At that time, sequencing an organism's entire genetic code would have taken $1 million and months, Hadfield said. But this technology has advanced rapidly, so now it takes just days and about $25,000.

"As we got better at sequencing, we got a better feel for what the SNPs were and where the occurred," Hadfield said.

Investigators eventually found four such SNP-type mutations that distinguished bacteria used in the attacks from samples of the original Ames strain.

Those four mutations were found in only eight of the 1,000 samples under investigation.
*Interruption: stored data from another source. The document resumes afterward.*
/// Warnings about a bridge's plan itself (a typed bridge factor without a reason, no grid
/// wired); false when the bridge is not wired and cannot be evaluated.
fn bridge_plan_findings(
    part: &Part,
    plan: &crate::document::BridgePlan,
    target: Target,
    findings: &mut Vec<Finding>,
) -> bool {
    if let Some(o) = &plan.bridge_factor_override
        && o.reason.trim().is_empty()
    {
        findings.push(Finding {
            severity: Severity::Warn,
            message: format!(
                "part \"{}\", bridge \"{}\": the bridge factor {} is typed without a reason; \
                 say why the computed one is not used",
                part.name, plan.name, o.value
            ),
            target,
            marked: String::new(),
        });
    }
    if !plan.is_wired() {
        findings.push(Finding {
            severity: Severity::Warn,
            message: format!(
                "part \"{}\", bridge \"{}\": not wired yet; put a grid in at least one arm",
                part.name, plan.name
            ),
            target,
            marked: String::new(),
        });
        return false;
    }
    true
}

/// The measurement model of a wired bridge, with its bridge factor (typed or computed).
fn model_of(
    part: &Part,
    gauges: &[gw_bridge::PlacedGauge],
    plan: &crate::document::BridgePlan,
    setup: &Setup,
) -> Result<BridgeModel, String> {
    let bridge = bridge_from_plan(part, gauges, plan).map_err(|e| e.to_string())?;
    let mut model = BridgeModel::new(setup, &bridge).map_err(|e| e.to_string())?;
    // One model serves both: the factor only changes the displayed conversion.
    let factor = match &plan.bridge_factor_override {
        Some(o) => o.value,
        None => crate::arrangements::bridge_factor_of_model(&model),
    };
    model.set_bridge_factor(factor);
    Ok(model)
}

/// The loads the part's bridges solve for together, with a warning when they separate them
/// poorly or cannot.
fn multi_axis_of(
    models: &[BridgeModel],
    part: &Part,
    pi: usize,
    findings: &mut Vec<Finding>,
) -> Option<MultiAxis> {
    let multi = match multi_axis(models, &part.member.components()) {
        Ok(m) => m,
        Err(e) => {
            findings.push(Finding {
                severity: Severity::Warn,
                message: format!("part \"{}\": {e}", part.name),
                target: Target::Part { part: pi },
                marked: String::new(),
            });
            None
        }
    };
    if let Some(m) = &multi
        && m.condition_number > 100.0
    {
        findings.push(Finding {
            severity: Severity::Warn,
            message: format!(
                "part \"{}\": the bridges separate the loads poorly (condition number {:.0}); \
                 small reading errors become large load errors",
                part.name, m.condition_number
            ),
            target: Target::Part { part: pi },
            marked: String::new(),
        });
    }
    multi
}

/// Warns where a load case's temperatures leave the range a gauge's thermal-output curve was
/// measured over: the apparent strain there is an extrapolation of the polynomial.
fn curve_range_findings(
    pi: usize,
    part: &Part,
    gauges: &[gw_bridge::PlacedGauge],
    findings: &mut Vec<Finding>,
) {
    for (gi, g) in gauges.iter().enumerate() {
        let Some((lo, hi)) = g.spec.thermal_output.valid_range_c else {
            continue;
        };
        for case in &part.load_cases {
            let (t0, t1) = case.temperature_range_c;
            if !(g.spec.thermal_output.covers(t0) && g.spec.thermal_output.covers(t1)) {
                let t = |c: f64| crate::marked::mark(crate::units::Quantity::Temperature, c);
                findings.push(Finding::marked(
                    Severity::Warn,
                    format!(
                        "part \"{}\", gauge {}: its thermal-output curve is given from {} to {}, \
                         but load case \"{}\" runs from {} to {}; the apparent strain outside \
                         the curve's range is extrapolated",
                        part.name,
                        g.id,
                        t(lo),
                        t(hi),
                        case.name,
                        t(t0),
                        t(t1)
                    ),
                    Target::Gauge {
                        part: pi,
                        gauge: gi,
                    },
                ));
            }
        }
    }
}

fn push_margin(findings: &mut Vec<Finding>, m: &Margin, place: String, target: Target) {
    let severity = match m.status {
        MarginStatus::Pass => return,
        MarginStatus::Warn => Severity::Warn,
        MarginStatus::Fail => Severity::Fail,
    };
    findings.push(Finding::marked(
        severity,
        format!(
            "{place}: {} at {:.0} % ({} {})",
            m.kind.name(),
            m.utilisation * 100.0,
            m.status.word(),
            if m.status == MarginStatus::Fail {
                "— change the plan before testing"
            } else {
                "— little margin left"
            }
        ),
        target,
    ));
}

/// Where the largest stress is, its lengths marked for either unit system.
fn peak_marked(at: &gw_mechanics::PeakLocation) -> String {
    use crate::marked::mark;
    use crate::units::Quantity::Length;
    match at {
        gw_mechanics::PeakLocation::Surface(p) => format!(
            "on the {} at x = {}, s = {}",
            p.face.name(),
            mark(Length, p.x_m),
            mark(Length, p.s_m)
        ),
        gw_mechanics::PeakLocation::Bore { radius_m } => {
            format!("at the bore (r = {})", mark(Length, *radius_m))
        }
    }
}

/// A required accuracy that the prediction misses or nearly misses, with the prediction by
/// cause in the wanted load's unit.
fn accuracy_finding(
    check: &crate::accuracy::AccuracyCheck,
    plan: &crate::document::BridgePlan,
    place: &str,
    target: Target,
    findings: &mut Vec<Finding>,
) {
    let (severity, advice) = match check.margin.status {
        MarginStatus::Pass => return,
        MarginStatus::Warn => (Severity::Warn, "little margin left"),
        MarginStatus::Fail => (Severity::Fail, check.advice()),
    };
    findings.push(Finding::marked(
        severity,
        format!("{place}: {} — {advice}", check.describe_marked(plan.wanted)),
        target,
    ));
}

#[allow(clippy::too_many_arguments)]
fn evaluate_bridge(
    project: &Project,
    part: &Part,
    model: &BridgeModel,
    expected: &[(LoadComponent, f64)],
    options: &EvalOptions,
    pi: usize,
    bi: usize,
    findings: &mut Vec<Finding>,
) -> Result<BridgeEvaluation, gw_bridge::BridgeError> {
    let plan = &part.bridges[bi];
    let b = model.bridge();
    let member = &part.member;
    let warn = project.warn_utilisation;
    let channel = channel_figures(model)?;
    let target = Target::Bridge {
        part: pi,
        bridge: bi,
    };
    let place = |case: &str| format!("part \"{}\", bridge \"{}\", {case}", part.name, plan.name);

    let mut cases = bridge_cases(project, part, model, &channel, &place, target, findings)?;

    let vex = model.nominal_excitation_v();
    let gf_bf = b.instrument.gauge_factor * b.instrument.bridge_factor;
    let sensitivities = sensitivities_of(model, member, gf_bf)?;
    let (s_w, m_w) = wanted_figures(&sensitivities, expected, b.wanted);
    no_response_finding(
        model,
        &channel,
        (s_w, m_w),
        &place("wanted load"),
        target,
        findings,
    );
    let rejection = rejections(&sensitivities, expected, b.wanted, s_w, m_w);
    let full_case = part
        .load_cases
        .iter()
        .max_by(|a, b2| a.value(b.wanted).abs().total_cmp(&b2.value(b.wanted).abs()));
    let temperature = temperature_sweep(project, part, model, options, full_case)?;
    let shunt = shunt_calibration(model)?;
    let uncertainty = uncertainty_at(
        part, model, &channel, options, full_case, &place, target, findings,
    );
    let uncertainty_case = uncertainty.as_ref().and(full_case.map(|c| c.name.clone()));
    let accuracy = accuracy_of(
        (part, plan, model, &channel),
        options,
        (uncertainty.as_ref(), uncertainty_case.as_deref()),
        (&place, target),
        (&mut cases, findings),
        warn,
    )?;
    let zero_band = zero_band_of(model, &cases, project.zero_band_fraction)?;
    let wanted_per_mv_per_v = wanted_per_mv_per_v(&sensitivities, b.wanted, m_w, &channel);
    let pin_resistances = crate::wiring::pin_resistances(model);
    Ok(BridgeEvaluation {
        name: plan.name.clone(),
        arrangement: plan.arrangement.clone(),
        wanted: b.wanted,
        channel_number: plan.channel,
        excitation_v: vex,
        gauge_factor_setting: b.instrument.gauge_factor,
        bridge_factor: b.instrument.bridge_factor,
        wiring: b.wiring.trade_name(b.arms.map(|a| a.at_gauge())),
        cases,
        sensitivities,
        rejection,
        temperature,
        channel,
        shunt,
        uncertainty,
        uncertainty_case,
        accuracy,
        zero_band,
        wanted_per_mv_per_v,
        pin_resistances,
        calibration: plan.calibration.clone(),
    })
}

/// The wanted load's displayed strain per unit and its expected magnitude (0 where absent).
fn wanted_figures(
    sensitivities: &[Sensitivity],
    expected: &[(LoadComponent, f64)],
    wanted: LoadComponent,
) -> (f64, f64) {
    let s_w = sensitivities
        .iter()
        .find(|s| s.component == wanted)
        .map_or(0.0, |s| s.displayed_per_unit);
    let m_w = expected
        .iter()
        .find(|(c, _)| *c == wanted)
        .map_or(0.0, |(_, m)| *m);
    (s_w, m_w)
}

/// Apparent strain over the part temperatures of every load case, the reference among them,
/// at the loads of `full_case` (none: unloaded). The cases' ranges are part temperatures; the
/// bridge model works in changes from the reference.
fn temperature_sweep(
    project: &Project,
    part: &Part,
    model: &BridgeModel,
    options: &EvalOptions,
    full_case: Option<&crate::document::LoadCase>,
) -> Result<Vec<ThermalPoint>, gw_bridge::BridgeError> {
    let t_ref = project.reference_temperature_c;
    let (lo, hi) = crate::document::temperature_span(&part.load_cases)
        .map_or((-20.0, 40.0), |(a, b)| (a - t_ref, b - t_ref));
    let full = full_case
        .map(|c| c.load_vector())
        .unwrap_or(LoadVector::ZERO);
    let changes = gw_bridge::temperature::sweep_changes(lo, hi, options.temperature_steps);
    gw_bridge::temperature::thermal_sweep_at(model, &changes, &full)
}

/// The zero band of a bridge judged against its full scale (the largest |reading| over its load
/// cases); a band wider than `fraction` of it carries a note (`ZeroBand::note`).
fn zero_band_of(
    model: &BridgeModel,
    cases: &[BridgeCase],
    fraction: f64,
) -> Result<ZeroBand, gw_bridge::BridgeError> {
    let full_scale_mv_per_v = cases
        .iter()
        .map(|c| c.reading.mv_per_v.abs())
        .fold(0.0, f64::max);
    zero_band_of_model(
        model,
        ZeroBandLimit {
            full_scale_mv_per_v,
            fraction,
        },
    )
}

/// The wanted load per mV/V of output, from the sensitivity to the wanted component at zero
/// load. `None` when the bridge does not respond to it: a sensitivity of zero, or a response at
/// the largest wanted load (`largest`) below what the channel resolves, where the factor would
/// only scale noise.
fn wanted_per_mv_per_v(
    sensitivities: &[Sensitivity],
    wanted: LoadComponent,
    largest: f64,
    channel: &ChannelFigures,
) -> Option<f64> {
    let s = sensitivities.iter().find(|s| s.component == wanted)?;
    let resolvable = channel.resolution_strain.max(channel.noise_strain_rms);
    if largest != 0.0 && (s.displayed_per_unit * largest).abs() < resolvable {
        return None;
    }
    Some(1.0 / s.mv_per_v_per_unit).filter(|f| f.is_finite())
}

/// Displayed strain from zero to the case's full load in `steps` steps, with the straight line
/// through the ends for the nonlinearity plot. The case's temperature is its condition, not
/// ramped with the load.
fn ramp_of(
    model: &BridgeModel,
    loads: &LoadVector,
    steps: u32,
) -> Result<Vec<RampPoint>, gw_bridge::BridgeError> {
    let wanted = model.bridge().wanted;
    let steps = steps.max(1);
    let mut ramp = Vec::with_capacity(steps as usize + 1);
    for i in 0..=steps {
        let fraction = i as f64 / steps as f64;
        let mut l = loads.scaled(fraction);
        l[LoadComponent::TemperatureChange] = loads[LoadComponent::TemperatureChange];
        ramp.push(RampPoint {
            fraction,
            wanted_value: loads[wanted] * fraction,
            displayed_strain: model.displayed(&l)?,
            linear_strain: 0.0,
        });
    }
    let (first, last) = (
        ramp[0].displayed_strain,
        ramp[ramp.len() - 1].displayed_strain,
    );
    for p in &mut ramp {
        p.linear_strain = first + (last - first) * p.fraction;
    }
    Ok(ramp)
}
This subgroup was labeled RMR-1029.

According to the FBI, all the people with positive samples said they had obtained them from Ivins.
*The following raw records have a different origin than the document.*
impl MarginRow {
    fn of(m: &Margin) -> MarginRow {
        MarginRow {
            name: m.kind.name().to_owned(),
            percent: m.utilisation * 100.0,
            status: m.status,
            margin: m.clone(),
        }
    }

    /// The value against its limit in the display units: "644.1 of 3000.0 µε",
    /// "118.4 of 350.0 MPa"; the predicted error in the wanted load's unit.
    pub fn figures_text(&self, units: Units, wanted: LoadComponent) -> String {
        let m = &self.margin;
        let q = match m.kind {
            MarginKind::GridStrainLimit | MarginKind::GridFatigue | MarginKind::Resolution => {
                Some(Quantity::Strain)
            }
            MarginKind::StressAtGauge | MarginKind::PeakStressInPart => Some(Quantity::Stress),
            MarginKind::SelfHeating => Some(Quantity::PowerDensity),
            MarginKind::Accuracy => Some(Quantity::of(wanted)),
            MarginKind::InputRange => None,
        };
        // Magnitudes and a limit: scale only, no offset.
        let number = |v: f64| match q {
            Some(q) => {
                let shown = units.scale_to_display(q, v);
                number_text(shown, units.decimals(q, shown).max(two_figures(shown)))
            }
            None => number_text(v, 3),
        };
        let unit = q.map_or("V", |q| units.label(q));
        if m.limit > 0.0 && m.limit.is_finite() {
            format!("{} of {} {unit}", number(m.value.abs()), number(m.limit))
        } else {
            format!("{} {unit}, no limit", number(m.value.abs()))
        }
    }

    /// "87.3 %", or "—" without a usable limit.
    pub fn percent_text(&self) -> String {
        if self.percent.is_finite() {
            format!("{} %", number_text(self.percent, 1))
        } else {
            "—".to_owned()
        }
    }
}

/// Decimals that keep two significant figures of a value below 1 (a resolution of 0.042 µε
/// must not read "0.0").
fn two_figures(shown: f64) -> usize {
    if shown == 0.0 || !shown.is_finite() || shown.abs() >= 1.0 {
        0
    } else {
        (1 - shown.abs().log10().floor() as i32).clamp(0, 9) as usize
    }
}

/// The margins of a bridge at load case `case` (the first case when that one is missing),
/// the required accuracy among them, closest to failing first: (case name, rows).
/// `None` when the bridge has no load case.
pub fn margin_rows(be: &BridgeEvaluation, case: usize) -> Option<(String, Vec<MarginRow>)> {
    let bc = be.cases.get(case).or(be.cases.first())?;
    let mut rows: Vec<MarginRow> = bc.margins.iter().map(MarginRow::of).collect();
    // The accuracy is one of the case's margins when the evaluation judged it there; else it
    // joins them from the bridge's accuracy checks.
    let judged = bc.margins.iter().any(|m| m.kind == MarginKind::Accuracy);
    if let Some(a) = accuracy_at(be, &bc.case).filter(|_| !judged) {
        rows.push(MarginRow::of(&a.margin));
    }
    // No usable limit (infinite) sorts first: it cannot be shown to pass.
    rows.sort_by(|a, b| closeness(b).total_cmp(&closeness(a)));
    Some((bc.case.clone(), rows))
}

fn closeness(r: &MarginRow) -> f64 {
    if r.percent.is_nan() {
        f64::INFINITY
    } else {
        r.percent
    }
}

/// The bridge's accuracy check at the named case.
pub fn accuracy_at<'a>(be: &'a BridgeEvaluation, case: &str) -> Option<&'a AccuracyCheck> {
    be.accuracy.iter().find(|a| a.case == case)
}
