import { nameWithSuffix } from '../limits';
import type { ProjectDoc, Scenario } from '../projectDoc';
import { scenarioNextId } from './scenarioNextId';
import { scenarioUniqueName } from './scenarioUniqueName';

/** Returns the document with a deep copy of scenario `sourceId` (pins, regionals, exclusions) inserted after it and made active; unchanged if no such scenario. */
export function scenarioDuplicate(doc: ProjectDoc, sourceId: string, name?: string): ProjectDoc {
  const index = doc.scenarios.findIndex((s) => s.id === sourceId);
  if (index < 0) return doc;
  const source = doc.scenarios[index];
  const id = scenarioNextId(doc);
  // A JSON deep copy: the document is plain JSON (DEVELOPERS.md §Code style), and the copy must share no arrays.
  const copy: Scenario = { ...(JSON.parse(JSON.stringify(source)) as Scenario), id, name: scenarioUniqueName(doc, name ?? nameWithSuffix(source.name, ' copy')) };
  const scenarios = [...doc.scenarios.slice(0, index + 1), copy, ...doc.scenarios.slice(index + 1)];
  return { ...doc, scenarios, activeScenarioId: id };
}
But the sample Ivins initially provided in 2002 tested negative for the four key mutations.

In 2004, the documents say, investigators entered Ivins' lab and seized samples, including the "parent" flask that had allegedly supplied the other positive RMR-1029 samples.

The bacteria in that flask allegedly carried the four telltale mutations.

That analysis alone, however, doesn't rule out researchers who worked with the eight samples.

The documents cited other evidence against Ivins, including the source of envelopes used in the mailings and his inability to explain the unusually long hours he spent in his lab before the fall of 2001.

Investigators also presented e-mail messages, allegedly sent by Ivins to colleagues, revealing his struggle with depression and other emotional problems.

Many scientists want more information than the FBI has provided so far - on how it is so sure that Ivins was the right suspect and worked alone, how he carried off the deadly attacks, and why.

Richard Spertzel, a bioweapons expert who worked at the same army lab as Ivins, said the perpetrator had used a sophisticated process to turn the spores into the deadly powder used in the attacks.

He said the machine in Ivins' lab known as a lyophilizer is a common piece of equipment used to dry spores and would not by itself allow someone to create the 1.5- to 3-micron particles used in the attacks.

"He must have used some other new technique that we don't know about," he said.

Spertzel said he found it unlikely that someone acting alone could have created the anthrax used in 2001. "I'd like to see the details behind the hype."